Safety When Walking to a Friend’s House

Safety When Walking to a Friend’s House
When my children, ages 12 (daughter) and eight (son) wish to walk to a friends house in our neighborhood, they walk together. I believe in safety in numbers. They have a two-way radio and my daughter carries her cell phone in case the radio fails. Often time’s one particular friend will walk to our home and meet them and they will walk back to her home to play.

My children know never to talk to strangers, that grown-ups do not ask children for directions and to run in the opposite direction of any car that approaches, among many of the other safety guidelines in place. They call on the radio to let me know when they arrive at their friend’s home safely, and they call when they head toward our home. I was feeling confident that we covered most of the bases involving safety when walking in our neighborhood.

I was wrong. I was lucky that this time fate would knock on my door in the way of a lost Bratz doll shoe to show me what I was missing. My daughter had returned from playing at her friend’s home when she realized that one of her Bratz dolls was missing a shoe. She called her friend who was out to dinner with her family and promised to look for the shoe when she returned home later that night. My daughter worried it would be dark when her friend returned home and feared her dolls shoe would forever be gone if she did not look for it immediately.

I encouraged her brother to help her look for the shoe but being the typical little brother, he decided his legs were too tired to help. I silently cursed his oppositional and defiant behavior and reminded him that had he lost a toy his sister would help him. Well, that did not work, thankfully!

Instead my wonderful husband-to-be agreed to go help her look. He quickly armed himself with his best and brightest Maglite, his hat, his police scanner and he was good to go. Out the door, they went and 30 minutes later, they were back and the search was a greater success than expected. My daughter not only found the lost shoe, but one of her Bratz doll purses she was not even aware she had lost. Bill my fiancé was eager to speak with me alone. He made me aware my children had been taking a shortcut through a neighborhood park and wooded area, including a new subdivision fence line and woods, and coming out maybe two blocks fewer than, if they stayed on the road.

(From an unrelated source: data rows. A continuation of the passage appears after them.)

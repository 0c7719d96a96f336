import type { z } from "zod";
import { labelLess7Db } from "../../shared/acoustics/protection/attenuation";
import type { ProtectorData } from "../../shared/acoustics/types";
import { ruleSetInForce } from "../../shared/rule-sets";
import type { FitTestFilter, FitTestView } from "../../shared/schemas/fit";
import { decodeCursor, pageFrom } from "../lib/cursor";
import { rows } from "../lib/db";
import { type Actor, abilities, visible } from "../lib/policy";
import { fitTestPolicy } from "../policies";
import { dueAfterTest } from "./fit-dues";
import { pairPassed, ratesPair } from "./own-attenuation";

type Found = Omit<FitTestView, "can" | "labelLess7Db"> & {
  createdAt: string;
  /** The site's rules of today, and the label in force. */
  today: string;
  governingRuleSet: string | null;
  kind: ProtectorData["kind"];
  usRatingDb: number | null;
};

/** The test that counts of a worker and a model: the latest that stands. */
const isLatest = `NOT f.is_void AND ${ratesPair("v")} AND NOT EXISTS (
  SELECT 1 FROM fit_tests x JOIN fit_test_revisions y ON y.id = x.current_revision_id AND ${ratesPair("y")}
  WHERE x.worker_id = f.worker_id AND x.model_id = f.model_id AND NOT x.is_void AND (x.tested_on, x.created_at) > (f.tested_on, f.created_at))`;

const passedBefore = `(SELECT y.has_passed FROM fit_tests x JOIN fit_test_revisions y ON y.id = x.current_revision_id AND ${ratesPair("y")}
  WHERE x.worker_id = f.worker_id AND x.model_id = f.model_id AND NOT x.is_void AND (x.tested_on, x.created_at) < (f.tested_on, f.created_at)
  ORDER BY x.tested_on DESC, x.created_at DESC LIMIT 1)`;

/** What was tested is with the worker, in that size as far as one is stated: handed out before the test, or after the latest. */
const isOut = `EXISTS (SELECT 1 FROM protector_issues i WHERE i.worker_id = f.worker_id AND i.model_id = f.model_id AND i.ended_on IS NULL
  AND (i.size IS NULL OR v.size IS NULL OR i.size = v.size) AND (i.issued_on <= f.tested_on OR (${isLatest})))`;

const TODAY = "(now() AT TIME ZONE s.time_zone)::date";

const SELECT_FIT_TESTS = `SELECT f.id, f.revision, f.site_id AS "siteId", f.worker_id AS "workerId", w.name AS "workerName", w.employee_number AS "employeeNumber",
    f.model_id AS "modelId", m.name AS "modelName", f.tested_on::text AS "testedOn", f.created_at::text AS "createdAt", v.method, v.size, v.facts, v.confidence_pct AS "confidencePct",
    v.need_db AS "needDb", v.note, v.left_db AS "leftDb", v.right_db AS "rightDb", v.par_db AS "parDb", ${pairPassed("v")} AS "hasPassed",
    v.active_passed AS "activePassed", f.is_void AS "isVoid",
    CASE WHEN f.is_void THEN v.reason END AS "struckReason", u.name AS "authorName",
    CASE WHEN EXISTS (SELECT 1 FROM protector_issues i WHERE i.fit_test_id = f.id) OR ${isOut} THEN 'issued' ELSE 'tried' END AS outcome,
    ${TODAY}::text AS today, m.kind, (SELECT (r.data->>'usRatingDb')::float FROM protector_model_revisions r
      WHERE r.model_id = f.model_id AND r.effective_from <= ${TODAY} ORDER BY r.effective_from DESC, r.number DESC LIMIT 1) AS "usRatingDb",
    (SELECT t.governing_rule_set FROM site_settings t WHERE t.site_id = f.site_id AND t.effective_from <= ${TODAY}
      ORDER BY t.effective_from DESC, t.number DESC LIMIT 1) AS "governingRuleSet",
    CASE WHEN ${isLatest} THEN (${dueAfterTest("f.tested_on", "v.has_passed", passedBefore, "NULL::date")})::text END AS "dueOn"
  FROM fit_tests f JOIN fit_test_revisions v ON v.id = f.current_revision_id JOIN workers w ON w.id = f.worker_id
  JOIN sites s ON s.id = f.site_id JOIN protector_models m ON m.id = f.model_id LEFT JOIN users u ON u.id = v.author_id`;

function present(
  actor: Actor,
  { createdAt: _, today, governingRuleSet, kind, usRatingDb, ...test }: Found,
): FitTestView {
  const governing = governingRuleSet === null ? undefined : ruleSetInForce(governingRuleSet, today);
  return {
    ...test,
    labelLess7Db: governing ? labelLess7Db({ kind, usRatingDb }, governing.protection) : null,
    can: { change: abilities(fitTestPolicy, actor, test).change && !test.isVoid },
  };
}

/** Fit tests, the latest first; struck ones stand among them. */
export async function listFitTests(
  actor: Actor,
  filter: z.output<typeof FitTestFilter>,
): Promise<{ rows: FitTestView[]; next: string | null }> {
  const before = decodeCursor(filter.cursor, 3);
  const conditions = [
    visible(fitTestPolicy, actor, "f"),
    filter.siteId && "f.site_id = :siteId",
    filter.workerId && "f.worker_id = :workerId",
    filter.modelId && "f.model_id = :modelId",
    before &&
      "(f.tested_on, f.created_at, f.id) < (CAST(:beforeDate AS date), CAST(:beforeAt AS timestamptz), CAST(:beforeId AS uuid))",
  ].filter(Boolean);
  const found = await rows<Found>(
    `${SELECT_FIT_TESTS} WHERE ${conditions.join(" AND ")} ORDER BY f.tested_on DESC, f.created_at DESC, f.id DESC LIMIT :limit`,
    {
      siteId: filter.siteId,
      workerId: filter.workerId,
      modelId: filter.modelId,
      beforeDate: before?.[0] ?? null,
      beforeAt: before?.[1] ?? null,
      beforeId: before?.[2] ?? null,
      limit: filter.limit + 1,
    },
  );
  const page = pageFrom(found, filter.limit, ({ testedOn, createdAt, id }) => [
    testedOn,
    createdAt,
    id,
  ]);
  return { ...page, rows: page.rows.map((test) => present(actor, test)) };
}

export async function fitTestsById(actor: Actor, id: string): Promise<FitTestView[]> {
  const found = await rows<Found>(
    `${SELECT_FIT_TESTS} WHERE f.id = :id AND ${visible(fitTestPolicy, actor, "f")}`,
    { id },
  );
  return found.map((test) => present(actor, test));
}
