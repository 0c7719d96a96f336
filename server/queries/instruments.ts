import type { InstrumentView } from "../../shared/schemas/run";
import { rows } from "../lib/db";
import { type Actor, visible } from "../lib/policy";
import { programmePolicy } from "../policies";
import { FAILED_ON } from "./calibrations";

export type InstrumentRow = Omit<InstrumentView, "can">;

export async function listInstruments(
  actor: Actor,
  { id = null, siteId = null }: { id?: string | null; siteId?: string | null },
): Promise<InstrumentRow[]> {
  return rows<InstrumentRow>(
    `SELECT i.id, i.site_id AS "siteId", i.kind, i.class, i.serial_number AS "serialNumber", i.name,
       i.calibration_due_on::text AS "calibrationDueOn", ${FAILED_ON("i.id")} AS "calibrationFailedOn", i.presets, i.is_archived AS "isArchived", i.revision
     FROM instruments i WHERE ${visible(programmePolicy, actor, "i")}
       AND (CAST(:id AS uuid) IS NULL OR i.id = :id) AND (CAST(:siteId AS uuid) IS NULL OR i.site_id = :siteId)
     ORDER BY i.is_archived, i.name, i.serial_number`,
    { id, siteId },
  );
}
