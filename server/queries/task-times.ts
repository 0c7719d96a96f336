import { buildDayInput } from "../../shared/day/build-day-input";
import { longestStay } from "../../shared/day/longest-stay";
import type { TaskTimes } from "../../shared/schemas/own-record";
import { todayAt } from "../lib/calendar";
import { row, rows } from "../lib/db";
import type { Worker } from "../models/worker";
import { usualContext } from "./expected-days";
import { rulesOn } from "./site-settings";

interface NominalTask {
  taskId: string;
  name: string;
  durationMin: number;
  /** When its level in force was measured; null: it was not, or what was measured is in doubt. */
  measuredOn: string | null;
}

/**
 * The tasks of a job's nominal day. A level is certain where samples stand behind it, none of them by an instrument that
 * failed its calibration since, nothing at the workplace has changed, and it is not older than the site allows.
 */
const NOMINAL = `SELECT t.id AS "taskId", t.name, n.duration_min AS "durationMin", CASE WHEN l.grade <> 'estimate' AND l.samples_db <> '{}'
      AND (s.remeasure_after_months IS NULL OR l.effective_from + make_interval(months => s.remeasure_after_months) > CAST(:date AS date))
      AND NOT EXISTS (SELECT 1 FROM workplace_changes c WHERE c.site_id = t.site_id AND c.struck_reason IS NULL AND c.happened_on > l.effective_from
        AND c.happened_on <= CAST(:date AS date) AND (c.task_id = t.id OR c.area_id = t.area_id OR c.job_id = n.job_id))
      AND NOT EXISTS (SELECT 1 FROM task_level_samples p JOIN runs r ON r.id = p.run_id JOIN run_revisions q ON q.id = r.current_revision_id
        WHERE p.task_level_id = l.id AND NOT r.is_void AND q.kept_reason IS NULL AND (SELECT NOT c.has_passed FROM instrument_calibrations c
          WHERE c.instrument_id = r.instrument_id ORDER BY c.done_on DESC, c.created_at DESC LIMIT 1)
          AND r.date >= coalesce((SELECT max(g.done_on) FROM instrument_calibrations g WHERE g.instrument_id = r.instrument_id AND g.has_passed), r.date))
    THEN coalesce((SELECT max(r.date) FROM task_level_samples p JOIN runs r ON r.id = p.run_id WHERE p.task_level_id = l.id), l.effective_from)::text END AS "measuredOn"
  FROM job_tasks n JOIN tasks t ON t.id = n.task_id JOIN sites s ON s.id = t.site_id
  LEFT JOIN LATERAL (SELECT x.* FROM task_levels x WHERE x.task_id = t.id AND x.effective_from <= CAST(:date AS date) ORDER BY x.effective_from DESC, x.number DESC LIMIT 1) l ON TRUE
  WHERE n.job_id = :jobId ORDER BY n.position`;

/**
 * How long each task of a worker's nominal day may last today, the rest of the day as usual. Nothing is said of anybody
 * whose day has a task of which the noise is not certain, nor while it is open where a bang came from, nor of whoever has a
 * target of their own: that is the officer's to tell.
 */
export async function taskTimes(worker: Worker): Promise<TaskTimes> {
  const none = { rows: [] };
  const place = await row<{
    timeZone: string;
    usualLengthMin: number | null;
    hasOpenPeak: boolean;
  }>(
    `SELECT s.time_zone AS "timeZone", (SELECT c.usual_length_min FROM crew_memberships m JOIN crews c ON c.id = m.crew_id
       WHERE m.worker_id = :id AND m.valid @> (now() AT TIME ZONE s.time_zone)::date ORDER BY m.is_loan DESC, lower(m.valid) DESC LIMIT 1) AS "usualLengthMin",
       EXISTS (SELECT 1 FROM findings f WHERE f.worker_id = :id AND f.kind = 'peak-or-ceiling' AND f.state NOT IN ('done', 'closed')) AS "hasOpenPeak"
     FROM sites s WHERE s.id = :siteId`,
    { id: worker.id, siteId: worker.siteId },
  );
  if (!place || worker.jobId === null || worker.personalTargetDb !== null) return none;
  if (place.hasOpenPeak) return none;
  const date = todayAt(place.timeZone);
  if (worker.leftOn !== null && worker.leftOn < date) return none;
  const nominal = await rows<NominalTask>(NOMINAL, { jobId: worker.jobId, date });
  const nominalMin = nominal.reduce((sum, { durationMin }) => sum + durationMin, 0);
  if (nominal.length === 0 || nominal.some(({ measuredOn }) => measuredOn === null)) return none;
  const settings = await rulesOn(worker.siteId, date);
  if (!settings) return none;

  const { assignments, worn, context } = await usualContext(
    worker.siteId,
    date,
    [worker.id],
    settings,
  );
  const wornPcts = worn.get(worker.id) ?? {};
  // As the Crew sheet expects it: what a shift is longer than its nominal day is like the rest.
  const shiftMin = Math.max(place.usualLengthMin ?? 0, nominalMin);
  const usual = nominal.map((task) => ({
    ...task,
    durationMin: (task.durationMin * shiftMin) / nominalMin,
  }));
  const dayWith = (taskId: string) => (minutes: number) => {
    const tasks = usual
      .map((task) => ({
        ...task,
        durationMin: task.taskId === taskId ? minutes : task.durationMin,
      }))
      .filter(({ durationMin }) => durationMin > 0);
    const lengthMin = tasks.reduce((sum, { durationMin }) => sum + durationMin, 0);
    const shift = {
      id: "today",
      lengthMin,
      tasks: tasks.map((task) => ({
        taskId: task.taskId,
        durationMin: task.durationMin,
        wornPct: wornPcts[task.taskId] ?? null,
        wornIsShiftWide: false,
      })),
      unaccounted: { how: "like-the-rest" } as const,
      readings: [],
    };
    return buildDayInput(worker, date, [shift], assignments, context);
  };
  return {
    rows: usual.flatMap(({ taskId, name, measuredOn }) => {
      const stay = longestStay(dayWith(taskId), taskId, settings.governing, shiftMin);
      if (!stay || stay.isMost || measuredOn === null) return [];
      const { allowedMin, isWorn } = stay;
      return [{ taskId, taskName: name, allowedMin, isWorn, measuredOn }];
    }),
  };
}
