import { evaluateDay } from "../../shared/acoustics/day";
import { buildDayInput, type DayContext } from "../../shared/day/build-day-input";
import { type DaySummary, summarizeDay } from "../../shared/day/summarize-day";
import type { ExpectedDay } from "../../shared/findings/expected";
import { rows } from "../lib/db";
import { assignmentsOn, gridTasks, lastWearing, modelsOn } from "./day-grid";
import type { SettingsInForce } from "./site-settings";

/** Somebody of a site, with the nominal day of their job. */
export interface Expected {
  readonly id: string;
  readonly mustWear: boolean;
  readonly personalTargetDb: number | null;
  readonly nominal: readonly { taskId: string; durationMin: number }[];
  /** How long the shift usually is, minutes; a nominal day that is longer is the shift. */
  readonly usualLengthMin: number;
}

/** Whose usual day it is, and where. */
export interface PersonExpected extends Expected {
  readonly siteId: string;
  /** ISO date at the site. */
  readonly today: string;
  /** The crew they work in, on loan or not. */
  readonly crewId: string | null;
}

/** These workers with their nominal days, and the crew they are in on a date; today where none is given. */
export function peopleExpected(
  workerIds: readonly string[],
  date: string | null = null,
): Promise<PersonExpected[]> {
  return rows<PersonExpected>(
    `SELECT w.id, w.site_id AS "siteId", now.today::text AS today, w.must_wear AS "mustWear", w.personal_target_db AS "personalTargetDb",
       coalesce((SELECT json_agg(json_build_object('taskId', j.task_id, 'durationMin', j.duration_min) ORDER BY j.position)
                 FROM job_tasks j WHERE j.job_id = w.job_id), '[]') AS nominal,
       crew.id AS "crewId", coalesce(crew.usual_length_min, 0) AS "usualLengthMin"
     FROM workers w JOIN sites s ON s.id = w.site_id
     CROSS JOIN LATERAL (SELECT (now() AT TIME ZONE s.time_zone)::date AS today) now
     LEFT JOIN LATERAL (SELECT c.id, c.usual_length_min FROM crew_memberships m JOIN crews c ON c.id = m.crew_id
       WHERE m.worker_id = w.id AND m.valid @> coalesce(CAST(:date AS date), now.today) ORDER BY m.is_loan, lower(m.valid) DESC LIMIT 1) crew ON TRUE
     WHERE w.id = ANY (CAST(:ids AS uuid[]))`,
    { ids: `{${workerIds.join(",")}}`, date },
  );
}

/** What these people's nominal days come to, as a list row shows it; see `evaluateExpected`. */
export async function expectedDays(
  siteId: string,
  date: string,
  people: readonly Expected[],
  settings: SettingsInForce,
): Promise<Map<string, DaySummary>> {
  const days = await evaluateExpected(siteId, date, people, settings);
  return new Map([...days].map(([workerId, day]) => [workerId, summarizeExpected(day)]));
}

export const summarizeExpected = ({ input, evaluation, governing }: ExpectedDay): DaySummary =>
  summarizeDay(input, evaluation, governing);

/** What a day of these people is computed with as it usually is: levels of tasks, what is assigned, and how long it was worn last. */
export async function usualContext(
  siteId: string,
  date: string,
  workerIds: readonly string[],
  { wearFromDb, creditsActivePart, usesUncertainty }: SettingsInForce,
) {
  const ids = `{${workerIds.join(",")}}`;
  const assignments = await assignmentsOn(ids, date);
  const worn = await lastWearing(ids, date);
  const modelIds = assignments.flatMap(({ innerModelId, outerModelId }) =>
    outerModelId ? [innerModelId, outerModelId] : [innerModelId],
  );
  const models = await modelsOn([...new Set(modelIds)], date);
  const context: DayContext = {
    tasks: new Map((await gridTasks(siteId, date)).map((task) => [task.id, task])),
    models: new Map(models.map((model) => [model.modelId, model])),
    site: { wearFromDb, creditsActivePart, usesUncertainty },
  };
  return { assignments, worn, context };
}

/**
 * These people's nominal days, evaluated for a date by the usual levels of the tasks and what is assigned then, by worker.
 * Nothing is expected of whoever has no nominal day. A fixed number of statements.
 */
export async function evaluateExpected(
  siteId: string,
  date: string,
  people: readonly Expected[],
  settings: SettingsInForce,
): Promise<Map<string, ExpectedDay>> {
  const { governing } = settings;
  const { assignments, worn, context } = await usualContext(
    siteId,
    date,
    people.map(({ id }) => id),
    settings,
  );
  return new Map(
    people.flatMap((person): [string, ExpectedDay][] => {
      if (person.nominal.length === 0) return [];
      const tasks = person.nominal.map(({ taskId, durationMin }) => ({
        taskId,
        durationMin,
        wornPct: worn.get(person.id)?.[taskId] ?? null,
        wornIsShiftWide: false,
      }));
      const nominalMin = tasks.reduce((sum, { durationMin }) => sum + durationMin, 0);
      const shift = {
        id: "expected",
        lengthMin: Math.max(person.usualLengthMin, nominalMin),
        tasks,
        unaccounted: { how: "like-the-rest" } as const,
        readings: [],
      };
      const input = buildDayInput(
        person,
        date,
        [shift],
        assignments.filter(({ workerId }) => workerId === person.id),
        context,
      );
      return [[person.id, { input, evaluation: evaluateDay(input, governing, []), governing }]];
    }),
  );
}
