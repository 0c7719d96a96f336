import type { HistoryChannel as Channel } from "../../shared/acoustics/history";
import { MISSING } from "../../shared/acoustics/history";
import type { HistoryChannel } from "../../shared/schemas/history";
import { kindOf } from "../histories/channels";
import { CHUNK_VALUES, unpackLevels } from "../histories/level-codec";
import { rows } from "../lib/db";

/** A chunk as it is stored. */
export interface StoredChunk {
  channel: HistoryChannel;
  position: number;
  valuesCount: number;
  packed: Buffer;
}

export interface LevelRange {
  historyId: string;
  channels: readonly HistoryChannel[];
  /** Values of the range; those outside it are not read. */
  fromIndex: number;
  toIndex: number;
}

/** The levels of a range, one array a channel, from the range's first value on. */
export async function levelsBetween({
  historyId,
  channels,
  fromIndex,
  toIndex,
}: LevelRange): Promise<Channel[]> {
  const chunks = await rows<StoredChunk>(
    `SELECT channel, position, values_count AS "valuesCount", packed FROM time_history_chunks
     WHERE history_id = :historyId AND position BETWEEN :first AND :last`,
    {
      historyId,
      first: Math.floor(fromIndex / CHUNK_VALUES),
      last: Math.floor(Math.max(fromIndex, toIndex - 1) / CHUNK_VALUES),
    },
  );
  return levelsFromChunks(chunks, { channels, fromIndex, toIndex });
}

/** The same out of chunks that are at hand. */
export function levelsFromChunks(
  chunks: readonly StoredChunk[],
  { channels, fromIndex, toIndex }: Omit<LevelRange, "historyId">,
): Channel[] {
  const levelsOf = new Map(
    channels.map((channel) => [channel, new Int16Array(toIndex - fromIndex).fill(MISSING)]),
  );
  for (const { channel, position, valuesCount, packed } of chunks) {
    const levels = unpackLevels(packed, valuesCount);
    const begin = position * CHUNK_VALUES;
    const [from, to] = [Math.max(fromIndex, begin), Math.min(toIndex, begin + valuesCount)];
    if (to > from)
      levelsOf.get(channel)?.set(levels.subarray(from - begin, to - begin), from - fromIndex);
  }
  return channels.map((channel) => ({ kind: kindOf(channel), levels: levelsOf.get(channel)! }));
}
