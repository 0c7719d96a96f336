import { createHash } from "node:crypto";
import type { z } from "zod";
import type { PageQuery } from "../../shared/schemas/common";
import type {
  HandOverContent,
  HandOverDraft,
  HandOverPage,
  HandOverView,
} from "../../shared/schemas/hand-over";
import { decodeCursor, pageFrom } from "../lib/cursor";
import { rows } from "../lib/db";
import { inForce } from "../lib/grants";
import { only } from "../lib/only";
import { type Actor, visible } from "../lib/policy";
import type { Crew } from "../models/worker";
import { handOverPolicy } from "../policies";
import { stillAsked } from "./crew-orders";
import { crewSheet } from "./crew-sheet";

/** How far ahead somebody's time with a crew may begin for them to be its next supervisor. */
const SOON_DAYS = 14;

/** What there is to hand over now, with whom it can be given to. */
export async function handOverDraft(actor: Actor, crew: Crew): Promise<HandOverDraft> {
  const sheet = await crewSheet(actor, crew);
  const { date, rows: expected } = sheet.expected;
  const open = expected.flatMap((one) =>
    stillAsked(one).map(({ findingId, kind, facts, cannot }) => ({
      workerName: one.worker.name,
      findingId,
      kind,
      facts,
      cannot,
    })),
  );
  const ends = await absencesUntil(
    expected.filter(({ isAbsent }) => isAbsent).map(({ worker }) => worker.id),
    date,
  );
  const content: HandOverContent = {
    sheetDate: date,
    orders: open,
    absent: expected
      .filter(({ isAbsent }) => isAbsent)
      .map(({ worker }) => ({
        workerName: worker.name,
        untilDate: ends.has(worker.id) ? (ends.get(worker.id) ?? null) : date,
      })),
    loans: expected.flatMap(({ worker, lentTo, lentBy }) => [
      ...(lentTo ? [{ workerName: worker.name, way: "out" as const, ...lentTo }] : []),
      ...(lentBy ? [{ workerName: worker.name, way: "in" as const, ...lentBy }] : []),
    ]),
  };
  return {
    crew: { id: crew.id, name: crew.name, timeZone: sheet.crew.timeZone },
    content,
    fingerprint: createHash("sha256").update(JSON.stringify(content)).digest("hex"),
    recipients: await recipientsOf(actor, crew),
  };
}

/** Last days of absences that were said ahead; null: not known. */
async function absencesUntil(
  workerIds: readonly string[],
  date: string,
): Promise<Map<string, string | null>> {
  const found = await rows<{ workerId: string; untilDate: string | null }>(
    `SELECT worker_id AS "workerId", (upper(valid) - 1)::text AS "untilDate" FROM absence_spans
     WHERE worker_id = ANY (CAST(:ids AS uuid[])) AND valid @> CAST(:date AS date) AND NOT is_struck`,
    { ids: `{${workerIds.join(",")}}`, date },
  );
  return new Map(found.map(({ workerId, untilDate }) => [workerId, untilDate]));
}

async function recipientsOf(actor: Actor, crew: Crew): Promise<{ id: string; name: string }[]> {
  return rows(
    `SELECT u.id, u.name FROM users u WHERE u.revoked_at IS NULL AND u.id <> :userId AND (
       EXISTS (SELECT 1 FROM crew_supervisors s WHERE s.crew_id = :crewId AND s.user_id = u.id AND s.valid && daterange(current_date, current_date + ${SOON_DAYS}))
       OR EXISTS (SELECT 1 FROM role_grants g WHERE g.user_id = u.id AND g.role = 'officer' AND ${inForce("g")} AND (g.site_id IS NULL OR g.site_id = :siteId)))
     ORDER BY u.name, u.id`,
    { userId: actor.userId, crewId: crew.id, siteId: crew.siteId },
  );
}

interface Found extends Omit<HandOverView, "givenAt" | "receivedAt"> {
  givenAt: Date;
  /** To the microsecond, for the cursor. */
  place: string;
  receivedAt: Date | null;
}

const present = ({ place: _, givenAt, receivedAt, ...view }: Found): HandOverView => ({
  ...view,
  givenAt: givenAt.toISOString(),
  receivedAt: receivedAt?.toISOString() ?? null,
});

const find = (actor: Actor, where: string, given: Record<string, unknown>) =>
  rows<Found>(
    `SELECT h.id, h.content, h.note, a.name AS "byName", r.name AS "toName", h.given_at AS "givenAt", h.given_at::text AS place, t.received_at AS "receivedAt",
       h.recipient_id = :userId AND t.hand_over_id IS NULL AS "canReceive"
     FROM hand_overs h JOIN users a ON a.id = h.author_id JOIN users r ON r.id = h.recipient_id
     LEFT JOIN hand_over_receipts t ON t.hand_over_id = h.id
     WHERE ${visible(handOverPolicy, actor, "h")} AND ${where}`,
    { ...given, userId: actor.userId },
  );

/** @throws AppError not-found */
export async function handOverView(actor: Actor, id: string): Promise<HandOverView> {
  return present(only(await find(actor, "h.id = :id", { id })));
}

/** Hand-overs of a crew, the latest first. */
export async function listHandOvers(
  actor: Actor,
  crewId: string,
  { cursor, limit }: z.output<typeof PageQuery>,
): Promise<z.input<typeof HandOverPage>> {
  const before = decodeCursor(cursor, 2);
  const found = await find(
    actor,
    `h.crew_id = :crewId AND (CAST(:place AS timestamptz) IS NULL OR (h.given_at, h.id) < (CAST(:place AS timestamptz), CAST(:id AS uuid)))
     ORDER BY h.given_at DESC, h.id DESC LIMIT :most`,
    { crewId, place: before?.[0] ?? null, id: before?.[1] ?? null, most: limit + 1 },
  );
  const page = pageFrom(found, limit, ({ place, id }) => [place, id]);
  return { rows: page.rows.map(present), next: page.next };
}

Never had I imagined my kids might take a different route to their friend’s house. We had played in this neighborhood park several times. I did not like how isolated the park felt, even though the park backed up to several houses. The few times my kids had wanted to play in the park with out me, they had to be with two or three other friends. I had only been in the wooded area one time; it is full of dirt bike paths, hilly, and closed off. My children knew when they went to the park they were never to go near the woods.

When I asked my daughter about the shortcut, she had no idea how dangerous choosing to cut through the park might be. She felt because she was with her brother and her friend that it was safe. I explained that although there is safety in numbers that does not apply when you place yourself in an area where no one can hear you or help you if you are in trouble.

I had learned a valuable lesson from the shortcut experience. We have a new safety rule for our home. We predetermine what route we will use to go to and from a friends home, and we do not change that route unless we first discuss the change with everyone involved.

The reason I expect us to follow this rule is if she did not show up at her destination, I would be looking for her along the route she should have been walking. I told her that not in a million years would I have dreamed of looking in the park or the woods for her and her brother had something happened that day.

My children understand I am a protective and sometimes downright overprotective. Fourteen years ago, October 22, 1992, my second son Jacob was full term stillborn cord strangulation. Before Jacob, there was Jonathan died September 11, 1990, because of a Molar pregnancy. I realized with the death of my son’s that I cannot protect my children. I can however teach them to protect themselves.

I do this by giving them the gift of knowledge and helping them develop a solid sense of self. This way if they find themselves in a crisis, I know they will know what to do by intuition and they will act on what they have learned instead of hesitating and wondering what they should do. Please talk to your child today. Do not wait until it is too late.